» **TASK REQUIREMENTS**:
Each line below should be reproduced without any alteration.
──────── SOURCE INFORMATION
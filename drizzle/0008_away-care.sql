CREATE TABLE `away_helper` (
	`user_id` varchar(255) NOT NULL,
	`created_at` datetime(3) NOT NULL DEFAULT CURRENT_TIMESTAMP(3),
	CONSTRAINT `away_helper_user_id_pk` PRIMARY KEY(`user_id`)
);
--> statement-breakpoint
CREATE TABLE `away_plan` (
	`id` bigint unsigned AUTO_INCREMENT NOT NULL,
	`tank_id` bigint unsigned NOT NULL,
	`keeper_id` varchar(255) NOT NULL,
	`starts_on` date NOT NULL,
	`ends_on` date NOT NULL,
	`feeding` enum('none','reduced','usual') NOT NULL,
	`lighting` enum('keep','shorten') NOT NULL,
	`keeper_phone` varchar(40) NOT NULL DEFAULT '',
	`body` mediumtext NOT NULL,
	`body_html` mediumtext,
	`share_token_hash` char(64),
	`summary_sent_at` datetime(3),
	`created_at` datetime(3) NOT NULL DEFAULT CURRENT_TIMESTAMP(3),
	`updated_at` datetime(3),
	CONSTRAINT `away_plan_id` PRIMARY KEY(`id`),
	CONSTRAINT `away_plan_share_idx` UNIQUE(`share_token_hash`)
);
--> statement-breakpoint
CREATE TABLE `away_sitter` (
	`id` bigint unsigned AUTO_INCREMENT NOT NULL,
	`plan_id` bigint unsigned NOT NULL,
	`sitter_id` varchar(255) NOT NULL,
	`state` enum('asked','accepted','declined','withdrawn') NOT NULL DEFAULT 'asked',
	`asked_at` datetime(3) NOT NULL DEFAULT CURRENT_TIMESTAMP(3),
	`answered_at` datetime(3),
	CONSTRAINT `away_sitter_id` PRIMARY KEY(`id`),
	CONSTRAINT `away_sitter_plan_idx` UNIQUE(`plan_id`,`sitter_id`)
);
--> statement-breakpoint
CREATE TABLE `away_visit` (
	`id` bigint unsigned AUTO_INCREMENT NOT NULL,
	`plan_id` bigint unsigned NOT NULL,
	`sitter_id` varchar(255) NOT NULL,
	`visited_on` date NOT NULL,
	`entry_id` bigint unsigned,
	`done` json NOT NULL,
	`note` varchar(1000) NOT NULL DEFAULT '',
	`created_at` datetime(3) NOT NULL DEFAULT CURRENT_TIMESTAMP(3),
	CONSTRAINT `away_visit_id` PRIMARY KEY(`id`)
);
--> statement-breakpoint
ALTER TABLE `journal_event` MODIFY COLUMN `kind` enum('water-change','top-up','trim','filter-clean','media-change','dose','glass','co2-check','plant-added','plant-removed','livestock-added','livestock-removed','algae','note','upkeep') NOT NULL;--> statement-breakpoint
ALTER TABLE `away_helper` ADD CONSTRAINT `away_helper_user_id_user_id_fk` FOREIGN KEY (`user_id`) REFERENCES `user`(`id`) ON DELETE cascade ON UPDATE no action;--> statement-breakpoint
ALTER TABLE `away_plan` ADD CONSTRAINT `away_plan_tank_id_tank_id_fk` FOREIGN KEY (`tank_id`) REFERENCES `tank`(`id`) ON DELETE cascade ON UPDATE no action;--> statement-breakpoint
ALTER TABLE `away_plan` ADD CONSTRAINT `away_plan_keeper_id_user_id_fk` FOREIGN KEY (`keeper_id`) REFERENCES `user`(`id`) ON DELETE cascade ON UPDATE no action;--> statement-breakpoint
ALTER TABLE `away_sitter` ADD CONSTRAINT `away_sitter_plan_id_away_plan_id_fk` FOREIGN KEY (`plan_id`) REFERENCES `away_plan`(`id`) ON DELETE cascade ON UPDATE no action;--> statement-breakpoint
ALTER TABLE `away_sitter` ADD CONSTRAINT `away_sitter_sitter_id_user_id_fk` FOREIGN KEY (`sitter_id`) REFERENCES `user`(`id`) ON DELETE cascade ON UPDATE no action;--> statement-breakpoint
ALTER TABLE `away_visit` ADD CONSTRAINT `away_visit_plan_id_away_plan_id_fk` FOREIGN KEY (`plan_id`) REFERENCES `away_plan`(`id`) ON DELETE cascade ON UPDATE no action;--> statement-breakpoint
ALTER TABLE `away_visit` ADD CONSTRAINT `away_visit_sitter_id_user_id_fk` FOREIGN KEY (`sitter_id`) REFERENCES `user`(`id`) ON DELETE cascade ON UPDATE no action;--> statement-breakpoint
ALTER TABLE `away_visit` ADD CONSTRAINT `away_visit_entry_id_journal_entry_id_fk` FOREIGN KEY (`entry_id`) REFERENCES `journal_entry`(`id`) ON DELETE set null ON UPDATE no action;--> statement-breakpoint
CREATE INDEX `away_plan_tank_idx` ON `away_plan` (`tank_id`,`starts_on`);--> statement-breakpoint
CREATE INDEX `away_plan_keeper_idx` ON `away_plan` (`keeper_id`,`ends_on`);--> statement-breakpoint
CREATE INDEX `away_sitter_sitter_idx` ON `away_sitter` (`sitter_id`,`state`);--> statement-breakpoint
CREATE INDEX `away_visit_plan_idx` ON `away_visit` (`plan_id`,`visited_on`);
────────────────
» **EXERCISE OUTPUT**:
filename drizzle/0008_away-care.sql
CREATE TABLE `away_helper` (
	`user_id` varchar(255) NOT NULL,
	`created_at` datetime(3) NOT NULL DEFAULT CURRENT_TIMESTAMP(3),
	CONSTRAINT `away_helper_user_id_pk` PRIMARY KEY(`user_id`)
);
--> statement-breakpoint
CREATE TABLE `away_plan` (
	`id` bigint unsigned AUTO_INCREMENT NOT NULL,
	`tank_id` bigint unsigned NOT NULL,
	`keeper_id` varchar(255) NOT NULL,
	`starts_on` date NOT NULL,
	`ends_on` date NOT NULL,
	`feeding` enum('none','reduced','usual') NOT NULL,
	`lighting` enum('keep','shorten') NOT NULL,
	`keeper_phone` varchar(40) NOT NULL DEFAULT '',
	`body` mediumtext NOT NULL,
	`body_html` mediumtext,
	`share_token_hash` char(64),
	`summary_sent_at` datetime(3),
	`created_at` datetime(3) NOT NULL DEFAULT CURRENT_TIMESTAMP(3),
	`updated_at` datetime(3),
	CONSTRAINT `away_plan_id` PRIMARY KEY(`id`),
	CONSTRAINT `away_plan_share_idx` UNIQUE(`share_token_hash`)
);
--> statement-breakpoint
CREATE TABLE `away_sitter` (
	`id` bigint unsigned AUTO_INCREMENT NOT NULL,
	`plan_id` bigint unsigned NOT NULL,
	`sitter_id` varchar(255) NOT NULL,
	`state` enum('asked','accepted','declined','withdrawn') NOT NULL DEFAULT 'asked',
	`asked_at` datetime(3) NOT NULL DEFAULT CURRENT_TIMESTAMP(3),
	`answered_at` datetime(3),
	CONSTRAINT `away_sitter_id` PRIMARY KEY(`id`),
	CONSTRAINT `away_sitter_plan_idx` UNIQUE(`plan_id`,`sitter_id`)
);
--> statement-breakpoint
CREATE TABLE `away_visit` (
	`id` bigint unsigned AUTO_INCREMENT NOT NULL,
	`plan_id` bigint unsigned NOT NULL,
	`sitter_id` varchar(255) NOT NULL,
	`visited_on` date NOT NULL,
	`entry_id` bigint unsigned,
	`done` json NOT NULL,
	`note` varchar(1000) NOT NULL DEFAULT '',
	`created_at` datetime(3) NOT NULL DEFAULT CURRENT_TIMESTAMP(3),
	CONSTRAINT `away_visit_id` PRIMARY KEY(`id`)
);
--> statement-breakpoint
ALTER TABLE `journal_event` MODIFY COLUMN `kind` enum('water-change','top-up','trim','filter-clean','media-change','dose','glass','co2-check','plant-added','plant-removed','livestock-added','livestock-removed','algae','note','upkeep') NOT NULL;--> statement-breakpoint
ALTER TABLE `away_helper` ADD CONSTRAINT `away_helper_user_id_user_id_fk` FOREIGN KEY (`user_id`) REFERENCES `user`(`id`) ON DELETE cascade ON UPDATE no action;--> statement-breakpoint
ALTER TABLE `away_plan` ADD CONSTRAINT `away_plan_tank_id_tank_id_fk` FOREIGN KEY (`tank_id`) REFERENCES `tank`(`id`) ON DELETE cascade ON UPDATE no action;--> statement-breakpoint
ALTER TABLE `away_plan` ADD CONSTRAINT `away_plan_keeper_id_user_id_fk` FOREIGN KEY (`keeper_id`) REFERENCES `user`(`id`) ON DELETE cascade ON UPDATE no action;--> statement-breakpoint
ALTER TABLE `away_sitter` ADD CONSTRAINT `away_sitter_plan_id_away_plan_id_fk` FOREIGN KEY (`plan_id`) REFERENCES `away_plan`(`id`) ON DELETE cascade ON UPDATE no action;--> statement-breakpoint
ALTER TABLE `away_sitter` ADD CONSTRAINT `away_sitter_sitter_id_user_id_fk` FOREIGN KEY (`sitter_id`) REFERENCES `user`(`id`) ON DELETE cascade ON UPDATE no action;--> statement-breakpoint
ALTER TABLE `away_visit` ADD CONSTRAINT `away_visit_plan_id_away_plan_id_fk` FOREIGN KEY (`plan_id`) REFERENCES `away_plan`(`id`) ON DELETE cascade ON UPDATE no action;--> statement-breakpoint
ALTER TABLE `away_visit` ADD CONSTRAINT `away_visit_sitter_id_user_id_fk` FOREIGN KEY (`sitter_id`) REFERENCES `user`(`id`) ON DELETE cascade ON UPDATE no action;--> statement-breakpoint
ALTER TABLE `away_visit` ADD CONSTRAINT `away_visit_entry_id_journal_entry_id_fk` FOREIGN KEY (`entry_id`) REFERENCES `journal_entry`(`id`) ON DELETE set null ON UPDATE no action;--> statement-breakpoint
CREATE INDEX `away_plan_tank_idx` ON `away_plan` (`tank_id`,`starts_on`);--> statement-breakpoint
CREATE INDEX `away_plan_keeper_idx` ON `away_plan` (`keeper_id`,`ends_on`);--> statement-breakpoint
CREATE INDEX `away_sitter_sitter_idx` ON `away_sitter` (`sitter_id`,`state`);--> statement-breakpoint
CREATE INDEX `away_visit_plan_idx` ON `away_visit` (`plan_id`,`visited_on`);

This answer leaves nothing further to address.